Equivalent training process
The number of nodes in the elastic training process changes dynamically. How to adjust the training hyperparameters to ensure the convergence of the model is a great challenge. Huawei cloud’s elastic training scheme can theoretically ensure that after the correct training hyperparameters are initially set, the nodes become more or less in the elastic process, and the convergence process of the training model is consistent with the results. Therefore, when using the training scheme, users do not need to introduce too complex hyperparametric adjustment strategies because of elasticity, and do not need to worry about the impact of the introduction of elasticity on the convergence results. The equivalent training process allows users to safely use elastic training.
Pratt Whitney’s powerful computing power
Compared with the traditional direct purchase of determined computing power scheme, AI developers can obtain huge computing power with little investment. After the user brings up the elastic training job, he can obtain the idle computing resources in Huawei cloud during the training process, and the computing power is rapidly enhanced. Therefore, he can finish the training in a short time, so as to realize high-frequency training iteration and fast service online realization. The elastic solution really makes users affordable.
Highly utilized cloud resources
The traditional resource enhancement customization scheme can not revitalize the idle resources and dynamically adjust the trained jobs according to the use of real-time resources. Therefore, in the traditional scheme, there is often a contradictory situation that the training task has insufficient computing power and takes a long time, and a large number of resources in the resource pool are idle.

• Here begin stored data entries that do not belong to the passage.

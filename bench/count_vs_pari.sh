#!/usr/bin/env bash
# Times `circlet count` on the README's performance targets and PARI/GP on the
# same eta-quotient series, in one run. Run it once, on a quiet machine:
#   bench/count_vs_pari.sh [BUILD_DIR]        (default: build)
# CIRCLET_BENCH_NO_BUILD=1 skips the build step (use the binaries as they are).
# Prints one line per measurement: wall seconds, user seconds, peak RSS (MB).
set -euo pipefail
here="$(cd "$(dirname "${BASH_SOURCE[0]}")/.." && pwd)"
build="${1:-$here/build}"
if [ -z "${CIRCLET_BENCH_NO_BUILD:-}" ]; then
  cmake --build "$build" --target circlet benchmarks -j2 >/dev/null
fi
circlet="$build/circlet"
work="$(mktemp -d)"
trap 'rm -rf "$work"' EXIT

echo "# $(date -u +%Y-%m-%dT%H:%M:%SZ) $(nproc) cores, load average: $(cut -d' ' -f1-3 /proc/loadavg)"
echo "# $("$circlet" --version)"

# measure LABEL CMD...: wall/user seconds and peak resident memory of CMD (GNU time -v).
measure() {
  local label="$1"; shift
  /usr/bin/time -v -o "$work/time" "$@" >"$work/out" 2>"$work/err"
  local wall user rss
  wall=$(awk -F': ' '/Elapsed \(wall clock\)/ {n=split($2,a,":"); s=0; for(i=1;i<=n;i++) s=s*60+a[i]; print s}' "$work/time")
  user=$(awk -F': ' '/User time/ {print $2}' "$work/time")
  rss=$(awk -F': ' '/Maximum resident set size/ {printf "%.0f", $2/1024}' "$work/time")
  printf "%-34s wall %8.2f s   user %8.2f s   peak %6s MB\n" "$label" "$wall" "$user" "$rss"
  echo "$wall" >"$work/last_wall"
}

# Targets (README "Performance"): c7 to 1e6 < 3 s, to 1e7 < 20 s (peak < 2 GB), c30 to 1e6 < 15 s.
measure "circlet count c7 --to 1000000"   "$circlet" count c7 --to 1000000 -o "$work/c7_1e6.csv"
measure "circlet count c7 --to 10000000"  "$circlet" count c7 --to 10000000 -o "$work/c7_1e7.csv"
measure "circlet count c30 --to 1000000"  "$circlet" count c30 --to 1000000 -o "$work/c30_1e6.csv"

# Stage breakdown (plan, series mod p, CRT, decimal text) of the engine alone.
"$build/bench_count" c7 1000000
"$build/bench_count" c30 1000000

# PARI/GP on the same series Π(1 − q^{7k})^7 / Π(1 − q^k), series computation only.
if command -v gp >/dev/null 2>&1; then
  for N in 100000 300000; do
    cat >"$work/c7.gp" <<GP
default(parisizemax, 8000000000);
N = $N;
s = eta(x^7 + O(x^(N+1)))^7 / eta(x + O(x^(N+1)));
print(polcoeff(s, N));
quit;
GP
    measure "gp: eta quotient c7 to $N" gp -q "$work/c7.gp"
    pari_wall=$(cat "$work/last_wall")
    pari_value=$(grep -v Warning "$work/out" | tail -1)
    measure "circlet count c7 --to $N" "$circlet" count c7 --to "$N" -o "$work/c7_$N.csv"
    ours_wall=$(cat "$work/last_wall")
    ours_value=$(tail -1 "$work/c7_$N.csv" | cut -d, -f2)
    [ "$pari_value" = "$ours_value" ] && agree=yes || agree="NO ($pari_value vs $ours_value)"
    awk -v p="$pari_wall" -v o="$ours_wall" -v n="$N" -v a="$agree" \
      'BEGIN { printf "ratio at N = %d: PARI/GP wall / circlet wall = %.1f  (c7(N) agrees: %s)\n", n, p / (o > 0.01 ? o : 0.01), a }'
  done
else
  echo "WARN: gp not found on PATH; PARI/GP comparison skipped"
fi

In contrast, Huawei cloud elastic training scheme has great flexibility. Based on the elastic training scheme, Huawei cloud monitors the resources in the resource pool in real time and dynamically adjusts the computing power of elastic training jobs. When there are free resources in the resource pool, the free resources are allocated to training jobs to ensure the full utilization of resources.
After the elastic scheme is determined, Huawei cloud’s elastic training scheme is automatically monitored and adjusted without human participation, which is convenient and efficient. The scheme meets the needs of cloud service providers to make full use of computing resources and the demands of AI developers, and achieves a win-win situation.
The application prospect of elastic training program is broad
With the explosive growth of data, AI’s entry into the industry increasingly needs the support of large computing power to process big data. In the future, elastic training program has broad application space. Use Huawei cloud’s elastic training scheme to train the resent50 model on Imagenet (large visual database). At the beginning, the 1-node training model is used. After there are free resources, the training node is adjusted to 16, and the linear acceleration ratio is 10. After 60 epochs of training, the Top1 accuracy was 76.1%. With consistent accuracy, Huawei cloud’s elastic training scheme makes the convergence speed nine times faster.
Huawei cloud has always adhered to the concept of “leaving simplicity to developers and complexity to Huawei cloud”. Huawei cloud AI continues to innovate iteratively, launch black technology functions, accelerate the entry of AI into the industry and implement the actual scene, so that thousands of lines and industries can share AI technology dividends.